## Activity
Copy each line containing the word "what" from the records that follow, please.

━━━━━ Dataset records

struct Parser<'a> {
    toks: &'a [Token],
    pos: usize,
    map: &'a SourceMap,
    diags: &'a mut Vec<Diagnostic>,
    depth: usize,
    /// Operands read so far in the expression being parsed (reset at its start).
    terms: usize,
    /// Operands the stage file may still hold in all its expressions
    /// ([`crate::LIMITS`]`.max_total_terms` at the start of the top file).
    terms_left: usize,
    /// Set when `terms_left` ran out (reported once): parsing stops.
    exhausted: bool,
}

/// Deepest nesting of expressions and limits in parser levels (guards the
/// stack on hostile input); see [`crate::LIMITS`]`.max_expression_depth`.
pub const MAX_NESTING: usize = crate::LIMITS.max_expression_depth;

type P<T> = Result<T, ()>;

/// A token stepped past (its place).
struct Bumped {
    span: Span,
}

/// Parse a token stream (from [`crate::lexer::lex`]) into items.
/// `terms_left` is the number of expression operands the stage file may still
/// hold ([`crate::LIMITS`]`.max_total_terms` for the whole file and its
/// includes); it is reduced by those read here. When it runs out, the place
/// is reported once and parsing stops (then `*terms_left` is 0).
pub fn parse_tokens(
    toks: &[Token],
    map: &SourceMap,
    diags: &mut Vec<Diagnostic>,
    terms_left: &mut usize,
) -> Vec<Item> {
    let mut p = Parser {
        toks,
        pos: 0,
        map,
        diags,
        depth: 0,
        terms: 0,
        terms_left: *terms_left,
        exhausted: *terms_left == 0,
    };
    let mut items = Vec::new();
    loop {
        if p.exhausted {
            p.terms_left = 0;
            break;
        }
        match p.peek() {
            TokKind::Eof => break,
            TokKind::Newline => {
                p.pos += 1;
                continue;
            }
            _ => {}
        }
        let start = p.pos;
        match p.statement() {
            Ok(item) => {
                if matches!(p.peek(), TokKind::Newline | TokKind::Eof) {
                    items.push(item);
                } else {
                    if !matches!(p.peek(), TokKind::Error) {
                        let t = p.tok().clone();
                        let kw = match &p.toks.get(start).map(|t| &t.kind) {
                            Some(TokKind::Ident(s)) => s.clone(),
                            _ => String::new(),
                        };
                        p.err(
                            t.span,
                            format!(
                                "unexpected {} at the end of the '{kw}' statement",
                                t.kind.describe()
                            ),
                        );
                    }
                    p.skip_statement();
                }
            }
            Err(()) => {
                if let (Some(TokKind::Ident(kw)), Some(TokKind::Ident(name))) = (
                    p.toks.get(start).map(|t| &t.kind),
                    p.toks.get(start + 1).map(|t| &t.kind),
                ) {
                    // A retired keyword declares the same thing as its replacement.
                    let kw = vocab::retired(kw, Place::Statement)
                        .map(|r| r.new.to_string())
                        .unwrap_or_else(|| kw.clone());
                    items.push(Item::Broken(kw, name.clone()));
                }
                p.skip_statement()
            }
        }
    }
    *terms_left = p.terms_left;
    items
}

━━━━━━━━━━
━━━━━ Dataset records

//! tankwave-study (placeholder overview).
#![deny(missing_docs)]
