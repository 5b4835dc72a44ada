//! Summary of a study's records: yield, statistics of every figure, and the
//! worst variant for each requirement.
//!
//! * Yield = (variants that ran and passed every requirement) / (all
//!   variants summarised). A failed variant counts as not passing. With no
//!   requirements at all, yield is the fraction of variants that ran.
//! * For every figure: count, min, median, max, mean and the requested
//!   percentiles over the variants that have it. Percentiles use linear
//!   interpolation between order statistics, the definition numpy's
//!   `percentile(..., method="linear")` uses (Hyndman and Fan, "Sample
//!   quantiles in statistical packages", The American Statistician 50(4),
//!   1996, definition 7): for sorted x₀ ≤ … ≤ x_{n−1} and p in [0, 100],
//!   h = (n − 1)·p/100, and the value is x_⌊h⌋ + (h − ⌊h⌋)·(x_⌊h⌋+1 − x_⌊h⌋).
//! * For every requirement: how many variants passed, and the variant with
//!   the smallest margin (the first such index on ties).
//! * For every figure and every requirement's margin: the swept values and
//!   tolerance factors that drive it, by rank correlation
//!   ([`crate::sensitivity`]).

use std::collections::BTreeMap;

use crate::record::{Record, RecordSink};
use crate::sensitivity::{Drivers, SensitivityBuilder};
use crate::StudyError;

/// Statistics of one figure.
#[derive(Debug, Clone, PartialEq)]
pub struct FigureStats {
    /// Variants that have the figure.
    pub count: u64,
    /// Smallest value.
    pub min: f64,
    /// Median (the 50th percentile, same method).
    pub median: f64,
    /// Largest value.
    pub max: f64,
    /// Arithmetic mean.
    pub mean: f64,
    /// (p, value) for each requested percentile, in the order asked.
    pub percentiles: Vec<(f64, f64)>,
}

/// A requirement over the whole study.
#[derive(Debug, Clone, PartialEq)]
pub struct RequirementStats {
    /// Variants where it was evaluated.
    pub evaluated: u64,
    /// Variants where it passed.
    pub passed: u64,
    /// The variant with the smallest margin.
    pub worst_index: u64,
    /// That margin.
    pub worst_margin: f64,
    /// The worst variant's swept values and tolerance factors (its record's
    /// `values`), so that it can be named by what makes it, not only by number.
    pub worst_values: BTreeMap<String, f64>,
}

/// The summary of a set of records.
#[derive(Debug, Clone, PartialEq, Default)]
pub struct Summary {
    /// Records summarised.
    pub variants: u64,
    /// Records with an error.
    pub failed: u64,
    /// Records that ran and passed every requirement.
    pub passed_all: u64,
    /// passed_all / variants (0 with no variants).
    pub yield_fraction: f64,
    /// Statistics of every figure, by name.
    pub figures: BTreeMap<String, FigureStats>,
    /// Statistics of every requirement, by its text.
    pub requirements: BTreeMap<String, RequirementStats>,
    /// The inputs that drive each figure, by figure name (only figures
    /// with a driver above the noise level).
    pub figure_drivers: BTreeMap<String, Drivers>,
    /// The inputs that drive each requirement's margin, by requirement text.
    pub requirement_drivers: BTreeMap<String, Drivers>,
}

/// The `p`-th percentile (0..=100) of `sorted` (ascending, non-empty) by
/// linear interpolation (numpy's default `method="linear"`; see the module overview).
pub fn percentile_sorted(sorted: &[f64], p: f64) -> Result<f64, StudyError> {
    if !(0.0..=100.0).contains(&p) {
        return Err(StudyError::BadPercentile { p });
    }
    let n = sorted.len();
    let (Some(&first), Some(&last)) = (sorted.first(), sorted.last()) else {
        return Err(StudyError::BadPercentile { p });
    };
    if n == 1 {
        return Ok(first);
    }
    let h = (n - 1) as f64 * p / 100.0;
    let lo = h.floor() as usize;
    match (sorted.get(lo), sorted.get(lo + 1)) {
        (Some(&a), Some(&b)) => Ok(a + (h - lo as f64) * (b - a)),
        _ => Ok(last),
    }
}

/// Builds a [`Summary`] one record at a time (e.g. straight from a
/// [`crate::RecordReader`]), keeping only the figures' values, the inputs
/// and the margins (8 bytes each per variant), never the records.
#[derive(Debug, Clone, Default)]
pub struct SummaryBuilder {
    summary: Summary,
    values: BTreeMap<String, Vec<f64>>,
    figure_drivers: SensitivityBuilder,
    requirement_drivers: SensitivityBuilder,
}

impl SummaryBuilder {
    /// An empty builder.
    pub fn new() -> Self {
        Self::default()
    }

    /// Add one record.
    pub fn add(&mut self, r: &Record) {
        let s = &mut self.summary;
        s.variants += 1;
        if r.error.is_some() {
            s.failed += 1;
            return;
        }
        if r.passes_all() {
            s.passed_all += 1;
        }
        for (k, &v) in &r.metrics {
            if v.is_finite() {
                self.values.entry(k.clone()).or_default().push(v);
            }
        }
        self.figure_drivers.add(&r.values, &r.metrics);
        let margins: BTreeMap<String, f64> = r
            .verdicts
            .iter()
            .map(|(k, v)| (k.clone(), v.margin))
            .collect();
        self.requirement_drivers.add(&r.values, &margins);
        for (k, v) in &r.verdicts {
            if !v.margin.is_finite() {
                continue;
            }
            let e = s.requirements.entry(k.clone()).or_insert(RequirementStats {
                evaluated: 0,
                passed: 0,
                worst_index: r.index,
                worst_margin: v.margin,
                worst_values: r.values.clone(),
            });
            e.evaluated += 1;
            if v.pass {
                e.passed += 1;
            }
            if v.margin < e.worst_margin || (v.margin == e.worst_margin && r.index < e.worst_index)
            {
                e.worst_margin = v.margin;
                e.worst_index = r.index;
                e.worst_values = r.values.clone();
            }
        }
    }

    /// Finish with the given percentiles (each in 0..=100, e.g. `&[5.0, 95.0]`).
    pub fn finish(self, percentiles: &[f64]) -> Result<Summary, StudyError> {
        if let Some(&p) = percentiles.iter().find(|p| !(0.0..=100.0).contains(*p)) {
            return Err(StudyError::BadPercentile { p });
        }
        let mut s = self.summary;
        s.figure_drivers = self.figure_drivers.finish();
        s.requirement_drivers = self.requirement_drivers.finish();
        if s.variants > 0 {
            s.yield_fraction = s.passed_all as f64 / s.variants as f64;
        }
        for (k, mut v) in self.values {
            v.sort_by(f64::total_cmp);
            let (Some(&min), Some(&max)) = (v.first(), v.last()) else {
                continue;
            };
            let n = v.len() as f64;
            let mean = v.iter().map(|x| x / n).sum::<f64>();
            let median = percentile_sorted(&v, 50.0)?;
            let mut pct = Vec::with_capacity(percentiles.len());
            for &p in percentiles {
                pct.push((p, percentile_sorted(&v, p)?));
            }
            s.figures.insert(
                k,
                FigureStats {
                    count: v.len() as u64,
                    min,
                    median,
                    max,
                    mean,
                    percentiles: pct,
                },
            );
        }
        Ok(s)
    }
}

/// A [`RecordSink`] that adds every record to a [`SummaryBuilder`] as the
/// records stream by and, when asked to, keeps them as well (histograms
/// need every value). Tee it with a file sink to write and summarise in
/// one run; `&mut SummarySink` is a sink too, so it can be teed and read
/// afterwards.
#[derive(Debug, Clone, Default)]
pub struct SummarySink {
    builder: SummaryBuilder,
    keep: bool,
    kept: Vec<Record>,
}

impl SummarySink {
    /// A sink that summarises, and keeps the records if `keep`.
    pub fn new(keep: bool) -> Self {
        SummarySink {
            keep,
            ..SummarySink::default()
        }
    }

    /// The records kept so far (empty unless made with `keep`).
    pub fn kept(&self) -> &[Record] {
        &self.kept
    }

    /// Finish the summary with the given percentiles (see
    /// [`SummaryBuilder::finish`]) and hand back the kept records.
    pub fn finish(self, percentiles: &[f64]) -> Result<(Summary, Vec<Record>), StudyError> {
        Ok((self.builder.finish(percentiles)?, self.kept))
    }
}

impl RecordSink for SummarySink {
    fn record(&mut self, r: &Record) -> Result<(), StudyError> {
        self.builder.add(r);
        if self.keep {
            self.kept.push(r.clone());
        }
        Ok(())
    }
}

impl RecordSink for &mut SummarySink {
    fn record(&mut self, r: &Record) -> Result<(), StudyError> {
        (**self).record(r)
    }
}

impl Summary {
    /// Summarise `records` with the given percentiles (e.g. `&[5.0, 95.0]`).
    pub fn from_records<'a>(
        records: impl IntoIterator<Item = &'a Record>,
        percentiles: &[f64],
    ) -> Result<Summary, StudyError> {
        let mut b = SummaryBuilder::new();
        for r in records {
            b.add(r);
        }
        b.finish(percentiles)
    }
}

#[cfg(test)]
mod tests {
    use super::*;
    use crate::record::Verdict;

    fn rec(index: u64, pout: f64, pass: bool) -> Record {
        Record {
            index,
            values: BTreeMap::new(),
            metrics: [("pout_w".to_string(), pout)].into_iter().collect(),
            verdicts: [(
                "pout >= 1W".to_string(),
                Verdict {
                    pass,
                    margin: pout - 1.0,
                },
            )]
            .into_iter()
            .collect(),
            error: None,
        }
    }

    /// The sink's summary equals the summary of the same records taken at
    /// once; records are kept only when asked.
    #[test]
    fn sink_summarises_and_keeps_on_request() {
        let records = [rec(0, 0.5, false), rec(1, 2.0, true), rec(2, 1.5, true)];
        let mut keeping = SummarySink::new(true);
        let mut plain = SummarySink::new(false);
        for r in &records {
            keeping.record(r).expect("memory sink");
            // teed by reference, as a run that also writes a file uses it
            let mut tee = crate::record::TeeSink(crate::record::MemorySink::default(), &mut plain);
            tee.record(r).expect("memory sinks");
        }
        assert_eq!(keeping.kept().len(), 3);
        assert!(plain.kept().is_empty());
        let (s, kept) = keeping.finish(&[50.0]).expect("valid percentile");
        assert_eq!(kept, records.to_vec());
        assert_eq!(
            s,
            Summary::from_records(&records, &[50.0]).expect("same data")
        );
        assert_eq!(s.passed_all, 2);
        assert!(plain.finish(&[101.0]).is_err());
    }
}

━━━━━━━━━━
━━━━━ Dataset records

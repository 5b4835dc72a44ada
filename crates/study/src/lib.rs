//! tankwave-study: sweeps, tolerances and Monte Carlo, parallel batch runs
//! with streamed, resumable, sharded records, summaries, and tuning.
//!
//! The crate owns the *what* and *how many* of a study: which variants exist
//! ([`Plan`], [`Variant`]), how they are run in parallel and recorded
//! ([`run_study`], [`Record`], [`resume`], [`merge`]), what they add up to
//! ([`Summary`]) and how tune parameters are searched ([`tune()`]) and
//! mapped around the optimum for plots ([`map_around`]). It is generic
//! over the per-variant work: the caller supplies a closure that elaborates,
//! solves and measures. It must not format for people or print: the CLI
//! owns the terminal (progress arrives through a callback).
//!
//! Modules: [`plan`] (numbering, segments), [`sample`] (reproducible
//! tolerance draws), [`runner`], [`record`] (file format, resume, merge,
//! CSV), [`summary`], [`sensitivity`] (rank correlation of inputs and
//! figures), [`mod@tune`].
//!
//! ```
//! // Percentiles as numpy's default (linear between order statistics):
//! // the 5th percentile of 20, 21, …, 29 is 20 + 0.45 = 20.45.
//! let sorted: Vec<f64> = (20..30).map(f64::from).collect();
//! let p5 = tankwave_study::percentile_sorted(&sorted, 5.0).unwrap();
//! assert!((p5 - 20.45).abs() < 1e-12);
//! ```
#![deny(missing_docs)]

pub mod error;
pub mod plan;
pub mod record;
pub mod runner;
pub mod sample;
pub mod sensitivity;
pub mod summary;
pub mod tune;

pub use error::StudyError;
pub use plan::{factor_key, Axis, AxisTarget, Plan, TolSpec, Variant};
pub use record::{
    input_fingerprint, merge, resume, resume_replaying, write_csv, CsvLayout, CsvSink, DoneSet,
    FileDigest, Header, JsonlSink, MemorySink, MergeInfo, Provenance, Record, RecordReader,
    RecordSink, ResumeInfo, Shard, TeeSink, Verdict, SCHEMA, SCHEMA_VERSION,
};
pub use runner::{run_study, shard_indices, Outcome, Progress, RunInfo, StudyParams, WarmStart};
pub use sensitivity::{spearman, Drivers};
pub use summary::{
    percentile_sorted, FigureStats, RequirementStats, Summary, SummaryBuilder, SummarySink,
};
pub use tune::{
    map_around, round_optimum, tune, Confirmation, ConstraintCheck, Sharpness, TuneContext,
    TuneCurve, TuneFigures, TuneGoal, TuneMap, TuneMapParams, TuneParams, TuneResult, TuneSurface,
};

━━━━━━━━━━

## Output
    /// `values`), so that it can be named by what makes it, not only by number.
//! The crate owns the *what* and *how many* of a study: which variants exist
//! ([`run_study`], [`Record`], [`resume`], [`merge`]), what they add up to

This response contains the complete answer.